▸ **THE TASK**:
Among the entries below, find the line with "const base = [...ctx.mustInclude];", then quote it and each following line up to and including the line with "set.push(p);", and nothing else.

▸ **MATERIAL FOR THIS TASK**:

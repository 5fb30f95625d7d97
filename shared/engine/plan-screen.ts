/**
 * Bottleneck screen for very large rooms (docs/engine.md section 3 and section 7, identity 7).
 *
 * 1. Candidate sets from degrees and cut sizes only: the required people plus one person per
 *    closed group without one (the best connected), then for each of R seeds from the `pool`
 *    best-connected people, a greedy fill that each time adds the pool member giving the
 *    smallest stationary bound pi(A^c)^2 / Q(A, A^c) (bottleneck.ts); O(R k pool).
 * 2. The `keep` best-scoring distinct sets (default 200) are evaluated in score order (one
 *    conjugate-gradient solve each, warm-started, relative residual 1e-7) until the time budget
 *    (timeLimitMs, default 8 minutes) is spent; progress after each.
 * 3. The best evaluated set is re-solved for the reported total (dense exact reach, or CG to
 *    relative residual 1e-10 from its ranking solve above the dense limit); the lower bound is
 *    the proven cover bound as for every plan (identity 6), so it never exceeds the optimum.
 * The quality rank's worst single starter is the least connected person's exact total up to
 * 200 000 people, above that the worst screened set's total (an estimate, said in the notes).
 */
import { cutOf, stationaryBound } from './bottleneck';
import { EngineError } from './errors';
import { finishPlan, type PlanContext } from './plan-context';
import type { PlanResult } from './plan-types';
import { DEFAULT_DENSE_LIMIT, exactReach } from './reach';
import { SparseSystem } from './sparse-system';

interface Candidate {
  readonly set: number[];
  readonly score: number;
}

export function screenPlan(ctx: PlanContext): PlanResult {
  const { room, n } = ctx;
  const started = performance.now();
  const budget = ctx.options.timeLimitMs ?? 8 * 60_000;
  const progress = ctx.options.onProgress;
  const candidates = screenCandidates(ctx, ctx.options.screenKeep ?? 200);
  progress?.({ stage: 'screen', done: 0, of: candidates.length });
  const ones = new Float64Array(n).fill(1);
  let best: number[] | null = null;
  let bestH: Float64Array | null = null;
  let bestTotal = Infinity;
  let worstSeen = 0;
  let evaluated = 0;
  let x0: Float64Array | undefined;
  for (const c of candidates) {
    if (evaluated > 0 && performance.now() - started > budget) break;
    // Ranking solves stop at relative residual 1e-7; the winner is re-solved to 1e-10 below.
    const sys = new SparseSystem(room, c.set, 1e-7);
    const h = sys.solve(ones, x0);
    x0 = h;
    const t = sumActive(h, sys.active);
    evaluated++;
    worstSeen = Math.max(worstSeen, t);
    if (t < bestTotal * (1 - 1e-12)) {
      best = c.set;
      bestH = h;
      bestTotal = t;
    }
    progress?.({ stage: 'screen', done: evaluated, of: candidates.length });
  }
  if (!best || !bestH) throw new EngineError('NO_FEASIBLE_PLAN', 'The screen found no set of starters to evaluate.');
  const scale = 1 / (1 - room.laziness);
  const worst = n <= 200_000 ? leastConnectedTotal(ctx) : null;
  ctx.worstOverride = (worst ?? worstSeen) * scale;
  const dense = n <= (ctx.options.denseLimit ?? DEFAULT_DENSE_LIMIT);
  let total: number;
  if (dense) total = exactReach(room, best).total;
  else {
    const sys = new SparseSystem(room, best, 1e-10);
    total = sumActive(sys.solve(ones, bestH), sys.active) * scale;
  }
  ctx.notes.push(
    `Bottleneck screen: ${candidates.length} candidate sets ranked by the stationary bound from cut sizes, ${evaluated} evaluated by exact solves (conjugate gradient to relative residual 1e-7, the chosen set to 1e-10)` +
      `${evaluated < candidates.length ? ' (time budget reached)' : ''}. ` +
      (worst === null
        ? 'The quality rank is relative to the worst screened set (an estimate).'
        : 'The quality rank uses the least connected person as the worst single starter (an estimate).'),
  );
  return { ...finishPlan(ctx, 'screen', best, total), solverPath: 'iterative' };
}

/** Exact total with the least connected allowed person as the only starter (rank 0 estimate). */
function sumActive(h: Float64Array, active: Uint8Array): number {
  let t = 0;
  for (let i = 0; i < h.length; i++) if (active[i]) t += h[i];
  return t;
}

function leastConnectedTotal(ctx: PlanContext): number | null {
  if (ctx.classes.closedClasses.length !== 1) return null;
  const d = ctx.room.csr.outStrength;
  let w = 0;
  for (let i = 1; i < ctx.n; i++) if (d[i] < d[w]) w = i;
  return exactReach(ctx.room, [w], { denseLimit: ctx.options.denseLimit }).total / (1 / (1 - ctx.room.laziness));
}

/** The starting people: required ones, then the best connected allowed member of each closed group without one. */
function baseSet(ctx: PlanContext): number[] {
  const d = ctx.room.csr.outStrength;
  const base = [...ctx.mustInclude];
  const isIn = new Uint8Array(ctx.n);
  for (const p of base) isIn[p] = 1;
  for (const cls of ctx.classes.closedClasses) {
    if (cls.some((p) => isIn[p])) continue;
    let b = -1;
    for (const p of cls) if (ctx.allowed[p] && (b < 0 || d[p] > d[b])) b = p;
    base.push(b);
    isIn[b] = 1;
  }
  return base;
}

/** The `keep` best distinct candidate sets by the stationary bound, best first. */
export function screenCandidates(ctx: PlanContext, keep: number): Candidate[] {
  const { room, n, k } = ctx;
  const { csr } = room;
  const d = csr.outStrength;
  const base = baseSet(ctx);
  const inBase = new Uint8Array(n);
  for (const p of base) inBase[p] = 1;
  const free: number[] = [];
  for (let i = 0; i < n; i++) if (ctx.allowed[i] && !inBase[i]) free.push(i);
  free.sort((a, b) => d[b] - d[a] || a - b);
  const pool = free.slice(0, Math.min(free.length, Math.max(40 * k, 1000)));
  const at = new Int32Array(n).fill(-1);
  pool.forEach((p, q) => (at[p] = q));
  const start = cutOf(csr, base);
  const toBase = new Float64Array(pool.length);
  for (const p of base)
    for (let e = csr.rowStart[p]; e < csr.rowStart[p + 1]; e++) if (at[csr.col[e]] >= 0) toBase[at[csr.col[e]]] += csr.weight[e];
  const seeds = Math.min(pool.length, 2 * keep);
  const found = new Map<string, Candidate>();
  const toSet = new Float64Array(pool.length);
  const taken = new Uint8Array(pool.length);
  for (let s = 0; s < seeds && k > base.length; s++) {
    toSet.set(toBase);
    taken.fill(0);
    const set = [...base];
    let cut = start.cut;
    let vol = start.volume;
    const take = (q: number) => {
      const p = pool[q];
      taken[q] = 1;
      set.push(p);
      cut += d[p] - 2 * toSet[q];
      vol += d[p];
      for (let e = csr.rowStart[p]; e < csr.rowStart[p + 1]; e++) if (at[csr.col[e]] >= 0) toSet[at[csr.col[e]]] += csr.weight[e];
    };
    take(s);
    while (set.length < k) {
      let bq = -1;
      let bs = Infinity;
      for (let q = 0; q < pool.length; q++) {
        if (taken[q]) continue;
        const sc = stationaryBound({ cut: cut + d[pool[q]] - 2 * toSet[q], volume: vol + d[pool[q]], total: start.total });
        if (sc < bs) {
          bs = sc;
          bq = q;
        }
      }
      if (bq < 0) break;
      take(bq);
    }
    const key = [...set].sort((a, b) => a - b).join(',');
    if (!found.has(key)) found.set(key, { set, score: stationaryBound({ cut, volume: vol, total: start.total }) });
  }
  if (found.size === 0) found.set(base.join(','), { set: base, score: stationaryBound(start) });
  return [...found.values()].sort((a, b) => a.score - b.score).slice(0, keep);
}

▸ **PROBLEM SOLUTION**:
  const base = [...ctx.mustInclude];
  const isIn = new Uint8Array(ctx.n);
  for (const p of base) isIn[p] = 1;
  for (const cls of ctx.classes.closedClasses) {
    if (cls.some((p) => isIn[p])) continue;
    let b = -1;
    for (const p of cls) if (ctx.allowed[p] && (b < 0 || d[p] > d[b])) b = p;
    base.push(b);
    isIn[b] = 1;
  }
  return base;
}

/** The `keep` best distinct candidate sets by the stationary bound, best first. */
export function screenCandidates(ctx: PlanContext, keep: number): Candidate[] {
  const { room, n, k } = ctx;
  const { csr } = room;
  const d = csr.outStrength;
  const base = baseSet(ctx);
  const inBase = new Uint8Array(n);
  for (const p of base) inBase[p] = 1;
  const free: number[] = [];
  for (let i = 0; i < n; i++) if (ctx.allowed[i] && !inBase[i]) free.push(i);
  free.sort((a, b) => d[b] - d[a] || a - b);
  const pool = free.slice(0, Math.min(free.length, Math.max(40 * k, 1000)));
  const at = new Int32Array(n).fill(-1);
  pool.forEach((p, q) => (at[p] = q));
  const start = cutOf(csr, base);
  const toBase = new Float64Array(pool.length);
  for (const p of base)
    for (let e = csr.rowStart[p]; e < csr.rowStart[p + 1]; e++) if (at[csr.col[e]] >= 0) toBase[at[csr.col[e]]] += csr.weight[e];
  const seeds = Math.min(pool.length, 2 * keep);
  const found = new Map<string, Candidate>();
  const toSet = new Float64Array(pool.length);
  const taken = new Uint8Array(pool.length);
  for (let s = 0; s < seeds && k > base.length; s++) {
    toSet.set(toBase);
    taken.fill(0);
    const set = [...base];
    let cut = start.cut;
    let vol = start.volume;
    const take = (q: number) => {
      const p = pool[q];
      taken[q] = 1;
      set.push(p);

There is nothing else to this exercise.